Lagering at room temp

So I’ve fermented a munich dunkel at 50f for about a month now, but I need to free up that space for another beer so i racked the dunkel into a corny and let it continue aging at room temperature (I wont be serving for a few months so I’m not ready to bottle or hit with Co2). Is there anything wrong with this? Will letting it sit at room temperature for a few weeks after it’s lagered affect the flavor? Theoretically the fermentation period should have already given it the flavor it needs right?

you aren’t lagering.

You need to cold storage to lager.

[quote=“muddywater_grant”]you aren’t lagering.

You need to cold storage to lager.[/quote]

Ok but I want to do it warm so if i lagered a dunkel at 40f and had another batch of the same exact beer that i conditioned at 70f you would be able to point out the one that was lagered in a blind taste test?

I wouldn’t say positively yes, but if a lager never undergoes the cold maturation process, I’d suspect that there would be a detectable difference.

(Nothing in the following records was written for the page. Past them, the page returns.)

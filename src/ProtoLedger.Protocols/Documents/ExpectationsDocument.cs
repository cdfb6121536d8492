namespace ProtoLedger.Protocols.Documents;

/// <summary>Written limits on predicted numbers, for the series of one protocol.</summary>
/// <param name="Id">Identifier.</param>
/// <param name="Title">As people say it.</param>
/// <param name="Note">Free prose.</param>
/// <param name="Protocol">Identifier of the protocol that they speak about.</param>
/// <param name="Expectations">At least one.</param>
public sealed record ExpectationsDocument(string Id, string Title, string? Note, string Protocol, IReadOnlyList<Expectation> Expectations)
    : LedgerDocument(Id, Title, Note)
{
    /// <inheritdoc/>
    public override DocumentKind Kind => DocumentKind.Expectations;
}

/// <summary>A written limit on one observable.</summary>
/// <param name="Id">Unique within the document.</param>
/// <param name="Title">In words, such as "ventricles and sulci stay dark".</param>
/// <param name="Why">Why the department wants it.</param>
/// <param name="Series">Series identifier.</param>
/// <param name="Observable">What is limited.</param>
/// <param name="Conditions">Names of the conditions over which it must hold; at least one.</param>
/// <param name="Basis">Absolute, or paired with the version before.</param>
/// <param name="Relation">Which side of the limit is good.</param>
/// <param name="Limit">In the observable's unit; for a paired expectation the greatest change allowed, as new over old.</param>
/// <param name="Scanners">Scanners for which it is written; empty for all.</param>
public sealed record Expectation(
    string Id,
    string Title,
    string Why,
    string Series,
    ObservableSpecification Observable,
    IReadOnlyList<string> Conditions,
    ExpectationBasis Basis,
    LimitRelation Relation,
    double Limit,
    IReadOnlyList<string> Scanners);

/// <summary>An observable and the tissues it speaks of.</summary>
/// <param name="Name">One of the observables' names, such as <c>residualRatio</c>.</param>
/// <param name="Tissue">Catalogue name of the tissue, or null where none is needed.</param>
/// <param name="Reference">Catalogue name of the second tissue, or null.</param>
public sealed record ObservableSpecification(string Name, string? Tissue, string? Reference);

/// <summary>What an expectation compares with.</summary>
public enum ExpectationBasis
{
    /// <summary>The number itself against the limit.</summary>
    Absolute,

    /// <summary>New over old for the same tissue draw against the limit.</summary>
    Paired,
}

/// <summary>Which side of a limit is good.</summary>
public enum LimitRelation
{
    /// <summary>The value must not exceed the limit.</summary>
    AtMost,

    /// <summary>The value must reach the limit.</summary>
    AtLeast,
}
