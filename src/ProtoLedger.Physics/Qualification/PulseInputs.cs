using ProtoLedger.Physics.Acquisition;

namespace ProtoLedger.Physics.Qualification;

/// <summary>Reads a pulse under the names of the reference files.</summary>
internal static class PulseInputs
{
    /// <param name="inputs">The object that holds the pulse's members.</param>
    /// <param name="shape">Shape where the family has only one; null to read <c>shape</c>.</param>
    public static RfPulse Read(CaseInputs inputs, string? shape = null)
    {
        shape ??= inputs.Text("shape");
        var duration = inputs.Number("duration_ms");
        return shape switch
        {
            "hard" => new HardPulse(shape, inputs.Number("flip_deg"), duration),
            "hamming_sinc" => new WindowedSincPulse(shape, inputs.Number("flip_deg"), duration, inputs.Number("time_bandwidth")),
            "gaussian" => new GaussianPulse(shape, inputs.Number("flip_deg"), duration, inputs.Number("sigma_fraction")),
            "hs" => new HyperbolicSecantPulse(shape, duration, inputs.Number("beta_rad_per_s"), inputs.Number("mu"), inputs.Number("peak_B1_Hz")),
            _ => throw new ArgumentException($"/shape: '{shape}' is none of hard, hamming_sinc, gaussian, hs."),
        };
    }
}
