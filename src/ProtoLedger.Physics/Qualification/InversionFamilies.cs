using ProtoLedger.Physics.Acquisition;
using ProtoLedger.Physics.Prediction;

namespace ProtoLedger.Physics.Qualification;

/// <summary>Inversion recovery: signals at an inversion time, or the time that nulls.</summary>
internal sealed class InversionRecoveryFamily : IProtocolFamily
{
    /// <summary>Where a null is asked for, the search starts from this share of the repetition time.</summary>
    private const double StartShare = 0.01;

    public string Name => "inversion_recovery";

    public FamilyProtocol Protocol(CaseInputs inputs) => FamilyProtocol.Of(
        FamilyProtocol.SpinEchoOrTrain(inputs), inputs,
        FamilyProtocol.Inversion(inputs, inputs.OptionalNumber("TI_ms") ?? StartShare * inputs.Number("TR_ms")));

    public IReadOnlyDictionary<string, ComputedQuantity> Compute(CaseInputs inputs, IReadOnlyList<string> question)
    {
        var protocol = Protocol(inputs);
        var result = protocol.Signals();
        if (question.Contains("null_TI_ms"))
            result["null_TI_ms"] = NullTimes.Find(protocol.Series, 0, FamilyProtocol.Setting, protocol.Lanes)[0]
                ?? throw new ArgumentException("No inversion time that fits in TR nulls this tissue.");
        return result;
    }
}

/// <summary>Double inversion: signals, or the pair of intervals that nulls two tissues.</summary>
internal sealed class DoubleInversionRecoveryFamily : IProtocolFamily
{
    public string Name => "double_inversion_recovery";

    public FamilyProtocol Protocol(CaseInputs inputs)
    {
        var (first, second) = (inputs.Number("TI1_ms"), inputs.Number("TI2_ms"));
        return FamilyProtocol.Of(
            FamilyProtocol.SpinEchoOrTrain(inputs), inputs, FamilyProtocol.Inversion(inputs, first + second), FamilyProtocol.Inversion(inputs, second));
    }

    public IReadOnlyDictionary<string, ComputedQuantity> Compute(CaseInputs inputs, IReadOnlyList<string> question)
    {
        if (!inputs.Has("T1A_ms"))
            return Protocol(inputs).Signals();

        var series = new Series(
            [FamilyProtocol.Inversion(inputs, 2), FamilyProtocol.Inversion(inputs, 1)],
            FamilyProtocol.SpinEchoOrTrain(inputs), new SeriesTiming(), new SeriesGeometry());
        var pair = NullTimes.FindPair(series, FamilyProtocol.Setting, Both(inputs))
            ?? throw new ArgumentException("No pair of inversion times that fits in TR nulls both tissues.");
        return new Dictionary<string, ComputedQuantity> { ["null_TI1_ms"] = pair.FirstToSecond, ["null_TI2_ms"] = pair.SecondToExcitation };
    }

    private static LaneTable Both(CaseInputs inputs)
    {
        var lanes = new LaneTable(2);
        foreach (var (lane, suffix) in new[] { (0, "A"), (1, "B") })
        {
            var one = FamilyProtocol.Lane(inputs, suffix);
            (lanes.T1[lane], lanes.T2[lane], lanes.B1Scale[lane]) = (one.T1[0], one.T2[0], one.B1Scale[0]);
        }

        return lanes;
    }
}
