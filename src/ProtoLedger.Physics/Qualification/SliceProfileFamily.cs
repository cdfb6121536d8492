using ProtoLedger.Physics.Acquisition;
using ProtoLedger.Physics.Pulses;

namespace ProtoLedger.Physics.Qualification;

/// <summary>Excitation and refocusing profiles, and a spin echo integrated through the slice.</summary>
internal sealed class SliceProfileFamily : IQualificationFamily
{
    public string Name => "slice_profile";

    public IReadOnlyDictionary<string, ComputedQuantity> Compute(CaseInputs inputs, IReadOnlyList<string> question) => inputs.Text("kind") switch
    {
        "excitation" => Profile(inputs, SliceProfile.Excitation, "mxy", "mz"),
        "refocusing" => Profile(inputs, SliceProfile.Refocusing, "refocusing_efficiency", "mz_multiplier"),
        "integrated_spin_echo" => SpinEcho(inputs),
        var kind => throw new ArgumentException($"/kind: '{kind}' is none of excitation, refocusing, integrated_spin_echo."),
    };

    private delegate void ProfileOf(
        SliceSelection selection, double b1Scale, double offResonanceHz, ReadOnlySpan<double> z, Span<double> first, Span<double> second);

    private static Dictionary<string, ComputedQuantity> Profile(CaseInputs inputs, ProfileOf profile, string firstName, string secondName)
    {
        var z = inputs.Numbers("z");
        var (first, second) = (new double[z.Length], new double[z.Length]);
        profile(Selection(inputs, "pulse"), inputs.Number("B1", 1), inputs.Number("off_resonance_Hz", 0), z, first, second);
        return inputs.IsList("z")
            ? new() { [firstName] = first, [secondName] = second }
            : new() { [firstName] = first[0], [secondName] = second[0] };
    }

    private static Dictionary<string, ComputedQuantity> SpinEcho(CaseInputs inputs)
    {
        var echo = new SelectiveSpinEcho(
            Selection(inputs, "excitation"),
            Selection(inputs, "refocusing"),
            inputs.Number("TE_ms"),
            inputs.OptionalNumber("TR_ms"),
            inputs.Number("B1", 1),
            inputs.Number("off_resonance_Hz", 0),
            inputs.Number("z_max", 3));
        var signal = SliceProfile.Integrate(echo, inputs.Number("T1_ms"), inputs.Number("T2_ms"));
        return new() { ["signal_coherent"] = signal.Coherent, ["signal_magnitude_integral"] = signal.MagnitudeIntegral };
    }

    private static SliceSelection Selection(CaseInputs inputs, string name)
    {
        var pulse = inputs.Object(name);
        return new SliceSelection(PulseInputs.Read(pulse, pulse.Has("shape") ? null : "hamming_sinc"));
    }
}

Maybe like the crisp/clean difference between a cream ale and a pilsner.

Based on my limited experience, a lager that is fermented at the proper lager temps, but then aged at cellar temps will be better than one brewed at lager temps and not aged at all.

You’ll be fine, the higher temp will act as a nice diacetyl rest.

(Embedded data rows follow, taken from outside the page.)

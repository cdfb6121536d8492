using ProtoLedger.Physics.Prediction;

namespace ProtoLedger.Physics.Qualification;

/// <summary>Derivatives of the signed signal with respect to ln T1, ln T2 (or ln T2*) and ln PD, of a case of another family.</summary>
/// <param name="families">The families whose cases are series.</param>
internal sealed class SensitivitiesFamily(IReadOnlyList<IProtocolFamily> families) : IQualificationFamily
{
    public string Name => "sensitivities";

    public IReadOnlyDictionary<string, ComputedQuantity> Compute(CaseInputs inputs, IReadOnlyList<string> question)
    {
        var name = inputs.Text("protocol_family");
        var family = families.FirstOrDefault(f => f.Name == name)
            ?? throw new ArgumentException($"/protocol_family: '{name}' is none of {string.Join(", ", families.Select(f => f.Name))}.");
        var protocol = family.Protocol(inputs.Object("protocol"));
        var derivatives = SignalDerivatives.Of(protocol.Series, FamilyProtocol.Setting, protocol.Lanes, protocol.Echo);
        return new Dictionary<string, ComputedQuantity>
        {
            ["signed"] = derivatives.Signed[0],
            ["dS_dlnT1"] = derivatives.ByLogT1[0],
            ["dS_dlnT2"] = derivatives.ByLogT2[0],
            ["dS_dlnPD"] = derivatives.ByLogProtonDensity[0],
        };
    }
}
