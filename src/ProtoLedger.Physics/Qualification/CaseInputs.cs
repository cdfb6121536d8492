using System.Text.Json;

namespace ProtoLedger.Physics.Qualification;

/// <summary>Inputs of a case, read by name with clear errors.</summary>
/// <param name="element">A JSON object.</param>
/// <param name="path">Where it stands, for messages; empty at the top.</param>
internal readonly struct CaseInputs(JsonElement element, string path = "")
{
    /// <summary>Whether a member is there and not null.</summary>
    public bool Has(string name) => element.TryGetProperty(name, out var value) && value.ValueKind != JsonValueKind.Null;

    /// <summary>A number.</summary>
    public double Number(string name) =>
        element.TryGetProperty(name, out var value) && value.ValueKind == JsonValueKind.Number
            ? value.GetDouble()
            : throw new ArgumentException($"{path}/{name}: a number is needed.");

    /// <summary>A number, or what stands for it where the member is missing or null.</summary>
    public double Number(string name, double missing) => Has(name) ? Number(name) : missing;

    /// <summary>A number, or null where the member is missing or null.</summary>
    public double? OptionalNumber(string name) => Has(name) ? Number(name) : null;

    /// <summary>A list of numbers; a plain number is a list of one.</summary>
    public double[] Numbers(string name)
    {
        if (!element.TryGetProperty(name, out var value) || value.ValueKind is not (JsonValueKind.Number or JsonValueKind.Array))
            throw new ArgumentException($"{path}/{name}: a number or a list of numbers is needed.");
        return value.ValueKind == JsonValueKind.Number ? [value.GetDouble()] : [.. value.EnumerateArray().Select(v => v.GetDouble())];
    }

    /// <summary>Whether a member is a list.</summary>
    public bool IsList(string name) => element.TryGetProperty(name, out var value) && value.ValueKind == JsonValueKind.Array;

    /// <summary>A text.</summary>
    public string Text(string name) =>
        element.TryGetProperty(name, out var value) && value.ValueKind == JsonValueKind.String
            ? value.GetString()!
            : throw new ArgumentException($"{path}/{name}: a text is needed.");

    /// <summary>An object.</summary>
    public CaseInputs Object(string name) =>
        element.TryGetProperty(name, out var value) && value.ValueKind == JsonValueKind.Object
            ? new CaseInputs(value, $"{path}/{name}")
            : throw new ArgumentException($"{path}/{name}: an object is needed.");
}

Lager yeast tends to be pretty powdery. Of all the supposed benefits of cold conditioning, the only one I’m definitely sold on is that it helps the yeast drop clear. Warm storage can meet that end as well, but it may take quite a bit longer.

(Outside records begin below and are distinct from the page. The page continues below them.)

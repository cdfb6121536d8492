namespace ProtoLedger.Protocols.Documents;

/// <summary>Names of the observables that an expectation may limit, and which tissues each one needs.</summary>
public static class ObservableNames
{
    /// <summary>All names, in the order in which pages list them.</summary>
    public static IReadOnlyList<string> All { get; } =
    [
        "signedSignal", "signal", "contrastDifference", "contrastRatio", "residualRatio", "contrastToNoise",
        "nullTime", "nullDistance", "nullWindow", "weightingT1", "weightingT2", "weightingProtonDensity",
        "weightingDiffusion", "contrastEquivalentEchoTime", "blurWidth", "fatWaterShift", "fatWaterPhase",
        "relativeNoise", "relativeRfPower", "scanTime", "slicesFit",
    ];

    private static readonly HashSet<string> Pairs = ["contrastDifference", "contrastRatio", "residualRatio", "contrastToNoise", "nullWindow"];

    private static readonly HashSet<string> Tissueless =
        ["fatWaterShift", "fatWaterPhase", "relativeNoise", "relativeRfPower", "scanTime", "slicesFit"];

    /// <summary>True when the observable speaks of a tissue.</summary>
    /// <param name="name">One of <see cref="All"/>.</param>
    public static bool NeedsTissue(string name) => !Tissueless.Contains(name);

    /// <summary>True when the observable compares a tissue with a reference tissue.</summary>
    /// <param name="name">One of <see cref="All"/>.</param>
    public static bool NeedsReference(string name) => Pairs.Contains(name);
}
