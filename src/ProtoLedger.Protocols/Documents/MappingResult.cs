namespace ProtoLedger.Protocols.Documents;

/// <summary>What mapping documents onto the acquisition model gives: the value, or why there is none.</summary>
/// <typeparam name="T">Type of the value.</typeparam>
public abstract record MappingResult<T>
{
    private MappingResult()
    {
    }

    /// <summary>The value.</summary>
    /// <param name="Value">Complete: nothing is left to resolve.</param>
    public sealed record Mapped(T Value) : MappingResult<T>;

    /// <summary>There is none.</summary>
    /// <param name="Errors">At least one.</param>
    public sealed record Refused(IReadOnlyList<DocumentError> Errors) : MappingResult<T>;

    /// <summary>The value of a mapping that was validated before.</summary>
    /// <exception cref="InvalidOperationException">There is none; the message holds every error.</exception>
    public T Require() => this switch
    {
        Mapped(var value) => value,
        Refused(var errors) => throw new InvalidOperationException(
            string.Join(" ", errors.Select(error => $"{error.Pointer}: {error.Detail}"))),
        _ => throw new InvalidOperationException(GetType().Name),
    };
}
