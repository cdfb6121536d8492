namespace ProtoLedger.Protocols.Documents;

/// <summary>Tissue values with spread, source and strength of evidence.</summary>
/// <param name="Id">Identifier.</param>
/// <param name="Title">As people say it.</param>
/// <param name="Note">Free prose.</param>
/// <param name="Tissues">At least one.</param>
public sealed record CatalogueDocument(string Id, string Title, string? Note, IReadOnlyList<CatalogueTissue> Tissues)
    : LedgerDocument(Id, Title, Note)
{
    /// <inheritdoc/>
    public override DocumentKind Kind => DocumentKind.Catalogue;
}

/// <summary>One tissue of one age group.</summary>
/// <param name="Name">Identifier, such as <c>white-matter</c>.</param>
/// <param name="Title">As a report says it, such as "white matter".</param>
/// <param name="AgeGroup">Such as <c>adult</c>; other groups are refused where they are not listed.</param>
/// <param name="IsFat">True when its signal is the six-peak fat spectrum.</param>
/// <param name="ProtonDensity">Relative to cerebrospinal fluid.</param>
/// <param name="ApparentDiffusionCoefficient">10⁻³ mm²/s, or null where unknown.</param>
/// <param name="Fields">Relaxation times by field strength, ascending.</param>
public sealed record CatalogueTissue(
    string Name,
    string Title,
    string AgeGroup,
    bool IsFat,
    MeasuredValue ProtonDensity,
    MeasuredValue? ApparentDiffusionCoefficient,
    IReadOnlyList<TissueAtField> Fields);

/// <summary>Relaxation times at one field strength.</summary>
/// <param name="FieldStrength">T.</param>
/// <param name="T1">ms.</param>
/// <param name="T2">ms.</param>
/// <param name="T2Star">ms, or null where unknown: it is then refused, not guessed.</param>
public sealed record TissueAtField(double FieldStrength, MeasuredValue T1, MeasuredValue T2, MeasuredValue? T2Star);

/// <summary>A value with its spread and origin.</summary>
/// <param name="Mean">In the quantity's unit, &gt; 0.</param>
/// <param name="Sd">Standard deviation that covers the disagreement between sources, &gt; 0.</param>
/// <param name="Source">Where it comes from.</param>
/// <param name="Evidence">Strength of that.</param>
public sealed record MeasuredValue(double Mean, double Sd, string Source, Evidence Evidence);

/// <summary>Strength of evidence behind a catalogue value.</summary>
public enum Evidence
{
    /// <summary>Read in the publication.</summary>
    Seen,

    /// <summary>Read as quoted by another publication.</summary>
    SecondHand,

    /// <summary>From memory, not checked.</summary>
    Recalled,

    /// <summary>Estimated, interpolated or extrapolated.</summary>
    Estimated,
}
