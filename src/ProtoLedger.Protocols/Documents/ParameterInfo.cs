namespace ProtoLedger.Protocols.Documents;

/// <summary>What is known about one parameter of a document.</summary>
/// <param name="Name">Key in the document: the DICOM keyword where one exists.</param>
/// <param name="Label">In trade words.</param>
/// <param name="Unit">Unit, or null for none.</param>
/// <param name="Keyword">DICOM keyword, or null where none exists.</param>
/// <param name="Tag">DICOM tag, such as (0018,0080), or null.</param>
/// <param name="Low">Lowest value that the format allows, or null where it is no number.</param>
/// <param name="High">Highest value, or null.</param>
/// <param name="Whole">True for whole numbers.</param>
/// <param name="Words">Allowed words, or empty where it is no choice.</param>
public sealed record ParameterInfo(
    string Name,
    string Label,
    string? Unit,
    string? Keyword,
    string? Tag,
    double? Low,
    double? High,
    bool Whole,
    IReadOnlyList<string> Words)
{
    /// <summary>True for a number.</summary>
    public bool IsNumber => Low is not null;
}
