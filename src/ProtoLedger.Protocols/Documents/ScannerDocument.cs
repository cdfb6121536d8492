using ProtoLedger.Physics.Acquisition;

namespace ProtoLedger.Protocols.Documents;

/// <summary>One scanner: field, pulses, limits and the wording of its console.</summary>
/// <param name="Id">Identifier.</param>
/// <param name="Title">As staff call it.</param>
/// <param name="Note">Free prose.</param>
/// <param name="MagneticFieldStrength">T, in (0, 10].</param>
/// <param name="Location">Unit or room.</param>
/// <param name="Pulses">Name → pulse: inversion, saturation, excitation and refocusing pulses it plays.</param>
/// <param name="Limits">What it can do.</param>
/// <param name="ConsoleWording">Parameter name → wording and meaning at this console.</param>
public sealed record ScannerDocument(
    string Id,
    string Title,
    string? Note,
    double MagneticFieldStrength,
    string Location,
    IReadOnlyDictionary<string, RfPulse> Pulses,
    ScannerLimits Limits,
    IReadOnlyDictionary<string, ConsoleWord> ConsoleWording) : LedgerDocument(Id, Title, Note)
{
    /// <inheritdoc/>
    public override DocumentKind Kind => DocumentKind.Scanner;
}

/// <summary>Limits of a scanner.</summary>
/// <param name="MinimumEchoSpacing">ms.</param>
/// <param name="MaximumGradient">mT/m.</param>
/// <param name="MaximumB1Hz">γB1/2π, Hz.</param>
public sealed record ScannerLimits(double MinimumEchoSpacing, double MaximumGradient, double MaximumB1Hz);

/// <summary>How a console words a parameter.</summary>
/// <param name="Word">What the console shows.</param>
/// <param name="Meaning">What is meant where the trade is ambiguous, or null.</param>
public sealed record ConsoleWord(string Word, string? Meaning);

Yup, if its room temp than by definition its not “lagering”. Depending on the yeast and the beer, you might still get decent results, but you haven’t technically lagered.

If you want a nice clear clean light colored lager, than honest to god lagering is the only way to get there. A lot of people even “lager” their ales, although its usually called cold conditioning in that context.

You can try anything you like, but I’d doubt you’ll be happy with the results. A lager needs lagering.